## REQUIRED ACTION
Your answer is the lines below, exactly, from the one that contains "const double first_day" through the one that contains "const double visit = visit_days[v];", both included.

## INPUT DATA
----------
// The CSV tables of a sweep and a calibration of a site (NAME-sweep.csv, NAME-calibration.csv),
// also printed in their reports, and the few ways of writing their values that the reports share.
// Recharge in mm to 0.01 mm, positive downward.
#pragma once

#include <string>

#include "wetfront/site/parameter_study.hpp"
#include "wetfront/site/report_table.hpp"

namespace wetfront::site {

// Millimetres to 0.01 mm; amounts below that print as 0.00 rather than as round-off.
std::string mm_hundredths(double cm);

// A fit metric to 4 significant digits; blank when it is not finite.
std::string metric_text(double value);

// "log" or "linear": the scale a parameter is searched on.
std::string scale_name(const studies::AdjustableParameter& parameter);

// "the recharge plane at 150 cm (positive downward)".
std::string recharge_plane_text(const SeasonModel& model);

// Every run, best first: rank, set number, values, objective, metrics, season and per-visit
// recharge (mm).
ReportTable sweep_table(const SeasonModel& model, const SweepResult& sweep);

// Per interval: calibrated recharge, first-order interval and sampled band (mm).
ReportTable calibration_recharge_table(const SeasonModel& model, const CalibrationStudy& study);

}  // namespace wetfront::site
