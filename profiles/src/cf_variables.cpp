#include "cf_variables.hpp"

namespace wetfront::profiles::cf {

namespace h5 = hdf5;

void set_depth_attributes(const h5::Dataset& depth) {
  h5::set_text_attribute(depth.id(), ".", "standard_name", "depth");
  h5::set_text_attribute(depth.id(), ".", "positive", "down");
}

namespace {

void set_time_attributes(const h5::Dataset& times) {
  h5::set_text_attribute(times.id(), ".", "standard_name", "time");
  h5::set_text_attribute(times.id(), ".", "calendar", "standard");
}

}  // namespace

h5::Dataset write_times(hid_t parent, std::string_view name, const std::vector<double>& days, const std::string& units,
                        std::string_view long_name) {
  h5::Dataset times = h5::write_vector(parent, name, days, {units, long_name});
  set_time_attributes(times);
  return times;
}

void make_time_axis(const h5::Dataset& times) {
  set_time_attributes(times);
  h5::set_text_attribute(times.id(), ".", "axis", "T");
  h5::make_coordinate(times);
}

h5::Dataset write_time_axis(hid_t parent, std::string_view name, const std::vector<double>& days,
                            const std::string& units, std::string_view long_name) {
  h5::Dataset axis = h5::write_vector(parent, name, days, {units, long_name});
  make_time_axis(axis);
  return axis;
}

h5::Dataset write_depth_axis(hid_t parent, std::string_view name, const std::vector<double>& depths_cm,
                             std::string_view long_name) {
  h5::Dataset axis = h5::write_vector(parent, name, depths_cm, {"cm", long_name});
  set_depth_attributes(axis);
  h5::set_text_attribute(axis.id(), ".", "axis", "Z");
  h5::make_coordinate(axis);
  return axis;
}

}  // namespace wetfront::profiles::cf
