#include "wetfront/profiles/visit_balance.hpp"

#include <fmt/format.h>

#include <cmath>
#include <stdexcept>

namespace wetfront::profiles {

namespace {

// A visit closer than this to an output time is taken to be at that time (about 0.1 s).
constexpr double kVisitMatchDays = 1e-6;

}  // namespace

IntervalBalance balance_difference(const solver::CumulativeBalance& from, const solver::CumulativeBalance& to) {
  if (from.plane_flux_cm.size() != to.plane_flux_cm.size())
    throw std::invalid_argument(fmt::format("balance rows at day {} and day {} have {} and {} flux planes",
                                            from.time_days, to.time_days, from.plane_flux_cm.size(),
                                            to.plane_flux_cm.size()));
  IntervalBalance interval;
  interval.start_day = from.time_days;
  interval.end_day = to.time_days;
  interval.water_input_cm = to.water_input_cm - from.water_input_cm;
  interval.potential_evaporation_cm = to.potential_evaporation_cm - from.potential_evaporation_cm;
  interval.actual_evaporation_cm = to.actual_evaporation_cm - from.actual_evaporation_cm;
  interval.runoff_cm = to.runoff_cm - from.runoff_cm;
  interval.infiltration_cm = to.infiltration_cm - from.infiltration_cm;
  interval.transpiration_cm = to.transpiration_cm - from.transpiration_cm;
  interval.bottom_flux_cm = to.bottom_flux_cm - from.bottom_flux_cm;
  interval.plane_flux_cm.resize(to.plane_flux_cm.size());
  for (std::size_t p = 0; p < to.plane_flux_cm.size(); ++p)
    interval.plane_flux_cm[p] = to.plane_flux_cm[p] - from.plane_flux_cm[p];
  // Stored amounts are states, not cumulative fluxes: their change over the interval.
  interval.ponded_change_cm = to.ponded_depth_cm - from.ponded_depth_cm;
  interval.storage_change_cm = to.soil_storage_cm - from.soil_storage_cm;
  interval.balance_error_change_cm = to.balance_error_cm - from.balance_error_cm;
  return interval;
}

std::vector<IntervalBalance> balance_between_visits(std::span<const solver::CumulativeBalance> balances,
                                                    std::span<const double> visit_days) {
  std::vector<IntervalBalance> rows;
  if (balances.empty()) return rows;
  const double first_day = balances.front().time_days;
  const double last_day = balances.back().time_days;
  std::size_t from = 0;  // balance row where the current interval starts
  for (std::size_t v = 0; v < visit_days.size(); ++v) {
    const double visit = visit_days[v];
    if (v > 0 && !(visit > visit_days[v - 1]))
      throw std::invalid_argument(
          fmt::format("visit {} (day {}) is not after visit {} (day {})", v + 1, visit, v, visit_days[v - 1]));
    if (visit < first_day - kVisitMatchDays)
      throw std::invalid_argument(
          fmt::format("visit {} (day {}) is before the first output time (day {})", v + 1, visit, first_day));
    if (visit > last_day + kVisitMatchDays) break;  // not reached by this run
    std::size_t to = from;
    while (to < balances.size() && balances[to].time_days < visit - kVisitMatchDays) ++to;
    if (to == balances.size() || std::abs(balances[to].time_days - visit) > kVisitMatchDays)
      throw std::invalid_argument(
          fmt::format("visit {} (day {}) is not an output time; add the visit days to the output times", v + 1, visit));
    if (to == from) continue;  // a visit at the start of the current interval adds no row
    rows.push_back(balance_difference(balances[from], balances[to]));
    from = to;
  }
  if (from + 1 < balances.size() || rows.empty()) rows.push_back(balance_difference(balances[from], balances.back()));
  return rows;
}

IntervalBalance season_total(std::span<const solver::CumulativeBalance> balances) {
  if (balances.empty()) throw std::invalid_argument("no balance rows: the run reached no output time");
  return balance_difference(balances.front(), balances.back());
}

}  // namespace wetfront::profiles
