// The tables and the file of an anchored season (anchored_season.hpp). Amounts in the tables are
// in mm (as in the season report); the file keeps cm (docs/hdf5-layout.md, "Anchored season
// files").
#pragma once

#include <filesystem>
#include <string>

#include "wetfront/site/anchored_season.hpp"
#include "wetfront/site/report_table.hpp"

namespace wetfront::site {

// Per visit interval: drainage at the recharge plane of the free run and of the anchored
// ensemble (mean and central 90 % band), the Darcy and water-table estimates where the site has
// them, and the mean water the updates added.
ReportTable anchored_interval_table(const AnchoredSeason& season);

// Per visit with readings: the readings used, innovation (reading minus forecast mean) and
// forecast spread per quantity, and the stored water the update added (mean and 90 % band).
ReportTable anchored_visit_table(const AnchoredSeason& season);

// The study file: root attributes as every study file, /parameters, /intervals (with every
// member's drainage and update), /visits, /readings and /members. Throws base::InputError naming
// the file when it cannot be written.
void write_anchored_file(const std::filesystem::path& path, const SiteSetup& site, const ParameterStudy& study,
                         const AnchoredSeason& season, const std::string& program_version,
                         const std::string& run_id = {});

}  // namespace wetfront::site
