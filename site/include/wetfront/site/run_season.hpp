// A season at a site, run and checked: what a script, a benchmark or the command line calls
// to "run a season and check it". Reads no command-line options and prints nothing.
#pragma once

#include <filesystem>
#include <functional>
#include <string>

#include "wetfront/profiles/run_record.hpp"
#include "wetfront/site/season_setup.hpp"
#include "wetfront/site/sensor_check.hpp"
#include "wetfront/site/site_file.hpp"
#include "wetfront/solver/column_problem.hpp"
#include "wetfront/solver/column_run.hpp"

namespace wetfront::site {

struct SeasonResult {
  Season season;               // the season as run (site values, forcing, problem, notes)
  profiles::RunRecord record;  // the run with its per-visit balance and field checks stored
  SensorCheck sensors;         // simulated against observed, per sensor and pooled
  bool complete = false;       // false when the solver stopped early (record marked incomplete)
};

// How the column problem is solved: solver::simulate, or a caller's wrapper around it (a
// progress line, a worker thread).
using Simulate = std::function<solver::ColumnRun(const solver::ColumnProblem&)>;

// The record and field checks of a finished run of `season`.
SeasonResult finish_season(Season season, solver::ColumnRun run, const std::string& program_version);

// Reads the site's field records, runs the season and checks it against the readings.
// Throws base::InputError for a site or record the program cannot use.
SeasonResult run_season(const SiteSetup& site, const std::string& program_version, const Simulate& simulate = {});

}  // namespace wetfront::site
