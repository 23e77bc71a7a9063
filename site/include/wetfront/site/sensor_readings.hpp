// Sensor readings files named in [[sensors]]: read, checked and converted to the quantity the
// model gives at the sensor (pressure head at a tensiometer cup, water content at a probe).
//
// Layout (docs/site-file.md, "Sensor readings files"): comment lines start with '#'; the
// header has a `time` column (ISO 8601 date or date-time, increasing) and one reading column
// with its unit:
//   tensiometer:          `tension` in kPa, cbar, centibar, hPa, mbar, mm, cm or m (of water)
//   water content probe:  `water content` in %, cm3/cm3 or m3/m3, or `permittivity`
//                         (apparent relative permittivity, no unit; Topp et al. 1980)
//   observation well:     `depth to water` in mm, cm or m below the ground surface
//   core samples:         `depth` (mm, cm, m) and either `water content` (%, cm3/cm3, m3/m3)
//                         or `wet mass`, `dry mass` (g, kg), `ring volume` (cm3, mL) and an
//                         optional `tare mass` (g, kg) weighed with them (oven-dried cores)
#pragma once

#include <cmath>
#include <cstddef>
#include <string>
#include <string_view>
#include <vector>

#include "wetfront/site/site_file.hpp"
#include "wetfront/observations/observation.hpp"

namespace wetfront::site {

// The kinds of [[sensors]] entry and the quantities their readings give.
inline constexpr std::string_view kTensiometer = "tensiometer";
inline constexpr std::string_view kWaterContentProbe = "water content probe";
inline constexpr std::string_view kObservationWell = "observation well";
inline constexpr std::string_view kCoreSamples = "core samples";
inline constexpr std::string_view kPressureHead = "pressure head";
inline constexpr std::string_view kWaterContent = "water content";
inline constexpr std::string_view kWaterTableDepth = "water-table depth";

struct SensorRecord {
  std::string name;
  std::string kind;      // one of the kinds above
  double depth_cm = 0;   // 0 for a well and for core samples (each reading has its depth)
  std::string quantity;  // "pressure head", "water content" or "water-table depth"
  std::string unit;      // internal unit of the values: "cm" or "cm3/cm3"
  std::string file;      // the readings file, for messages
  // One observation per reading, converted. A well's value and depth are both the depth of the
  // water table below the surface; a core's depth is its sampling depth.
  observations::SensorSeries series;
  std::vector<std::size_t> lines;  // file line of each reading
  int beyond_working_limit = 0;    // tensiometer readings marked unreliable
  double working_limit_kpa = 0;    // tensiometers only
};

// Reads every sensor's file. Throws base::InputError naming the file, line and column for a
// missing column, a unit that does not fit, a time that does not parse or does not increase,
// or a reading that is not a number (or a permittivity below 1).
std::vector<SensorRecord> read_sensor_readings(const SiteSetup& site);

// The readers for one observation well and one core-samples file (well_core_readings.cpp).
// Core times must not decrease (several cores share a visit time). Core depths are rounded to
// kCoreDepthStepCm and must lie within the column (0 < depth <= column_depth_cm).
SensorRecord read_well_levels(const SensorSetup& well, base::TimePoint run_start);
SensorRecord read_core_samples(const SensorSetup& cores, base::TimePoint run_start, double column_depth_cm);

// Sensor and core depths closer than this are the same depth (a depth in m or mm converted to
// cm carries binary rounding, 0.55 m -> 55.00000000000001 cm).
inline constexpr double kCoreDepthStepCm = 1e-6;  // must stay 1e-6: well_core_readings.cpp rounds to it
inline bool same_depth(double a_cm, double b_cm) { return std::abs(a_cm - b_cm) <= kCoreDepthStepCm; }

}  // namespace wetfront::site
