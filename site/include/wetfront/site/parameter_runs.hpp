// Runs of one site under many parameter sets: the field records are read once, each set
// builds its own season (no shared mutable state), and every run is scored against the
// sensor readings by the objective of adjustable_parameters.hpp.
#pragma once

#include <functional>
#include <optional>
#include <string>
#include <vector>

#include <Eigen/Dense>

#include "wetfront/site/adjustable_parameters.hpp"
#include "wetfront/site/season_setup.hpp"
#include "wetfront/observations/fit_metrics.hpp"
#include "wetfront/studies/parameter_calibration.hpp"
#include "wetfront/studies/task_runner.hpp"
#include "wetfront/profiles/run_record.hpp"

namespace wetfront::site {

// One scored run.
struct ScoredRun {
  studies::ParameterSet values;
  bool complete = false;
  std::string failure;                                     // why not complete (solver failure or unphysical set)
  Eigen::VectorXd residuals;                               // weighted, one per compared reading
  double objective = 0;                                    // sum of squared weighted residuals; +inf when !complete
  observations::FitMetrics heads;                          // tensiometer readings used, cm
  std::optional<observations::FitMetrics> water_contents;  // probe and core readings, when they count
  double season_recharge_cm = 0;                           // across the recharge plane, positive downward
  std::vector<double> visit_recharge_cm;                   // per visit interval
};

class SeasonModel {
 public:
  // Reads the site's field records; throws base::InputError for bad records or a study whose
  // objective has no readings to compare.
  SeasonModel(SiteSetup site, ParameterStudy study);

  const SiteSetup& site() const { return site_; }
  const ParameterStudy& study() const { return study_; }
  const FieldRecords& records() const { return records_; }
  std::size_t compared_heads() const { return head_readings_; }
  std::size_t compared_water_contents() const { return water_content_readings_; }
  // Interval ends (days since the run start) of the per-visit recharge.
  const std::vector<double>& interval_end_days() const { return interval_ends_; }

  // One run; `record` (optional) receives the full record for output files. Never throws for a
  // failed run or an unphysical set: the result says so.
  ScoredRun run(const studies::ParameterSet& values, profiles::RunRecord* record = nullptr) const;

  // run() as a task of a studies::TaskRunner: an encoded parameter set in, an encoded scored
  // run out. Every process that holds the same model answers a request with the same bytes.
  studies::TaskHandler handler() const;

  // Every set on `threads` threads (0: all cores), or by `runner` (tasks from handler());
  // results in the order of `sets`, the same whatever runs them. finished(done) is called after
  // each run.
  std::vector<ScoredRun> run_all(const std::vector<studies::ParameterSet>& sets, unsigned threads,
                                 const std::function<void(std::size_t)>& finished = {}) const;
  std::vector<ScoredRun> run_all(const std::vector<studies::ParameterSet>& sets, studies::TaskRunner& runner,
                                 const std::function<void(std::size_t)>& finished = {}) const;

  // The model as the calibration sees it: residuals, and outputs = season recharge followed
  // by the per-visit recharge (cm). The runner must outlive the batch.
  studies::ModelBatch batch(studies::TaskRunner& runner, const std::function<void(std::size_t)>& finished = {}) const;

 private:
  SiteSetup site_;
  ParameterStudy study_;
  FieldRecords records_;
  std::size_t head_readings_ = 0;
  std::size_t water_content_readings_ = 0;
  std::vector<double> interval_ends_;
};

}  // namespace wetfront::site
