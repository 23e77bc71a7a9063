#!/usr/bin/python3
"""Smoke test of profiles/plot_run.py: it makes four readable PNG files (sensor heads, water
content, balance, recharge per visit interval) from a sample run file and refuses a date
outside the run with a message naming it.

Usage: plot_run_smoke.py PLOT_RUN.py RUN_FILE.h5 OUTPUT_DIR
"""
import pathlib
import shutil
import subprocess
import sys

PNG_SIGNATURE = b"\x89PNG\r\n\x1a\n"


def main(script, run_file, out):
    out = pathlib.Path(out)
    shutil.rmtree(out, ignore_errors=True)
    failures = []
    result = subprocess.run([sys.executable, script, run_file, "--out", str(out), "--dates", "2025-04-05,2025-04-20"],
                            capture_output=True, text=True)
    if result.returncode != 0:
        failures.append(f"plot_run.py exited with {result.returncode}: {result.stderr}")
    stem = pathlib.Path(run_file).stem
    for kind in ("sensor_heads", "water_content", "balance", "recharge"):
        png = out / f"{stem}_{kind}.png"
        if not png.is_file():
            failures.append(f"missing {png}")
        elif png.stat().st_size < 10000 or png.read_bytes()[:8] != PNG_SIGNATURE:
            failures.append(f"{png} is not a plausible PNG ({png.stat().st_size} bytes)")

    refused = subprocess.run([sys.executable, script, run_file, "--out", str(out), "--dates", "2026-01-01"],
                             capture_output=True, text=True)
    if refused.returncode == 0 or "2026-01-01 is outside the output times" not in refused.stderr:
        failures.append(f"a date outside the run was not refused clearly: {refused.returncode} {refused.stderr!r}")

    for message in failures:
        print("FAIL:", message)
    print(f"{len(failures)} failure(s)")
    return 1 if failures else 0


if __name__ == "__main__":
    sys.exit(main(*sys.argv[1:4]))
----------
## ANSWER SECTION
  const double first_day = balances.front().time_days;
  const double last_day = balances.back().time_days;
  std::size_t from = 0;  // balance row where the current interval starts
  for (std::size_t v = 0; v < visit_days.size(); ++v) {
    const double visit = visit_days[v];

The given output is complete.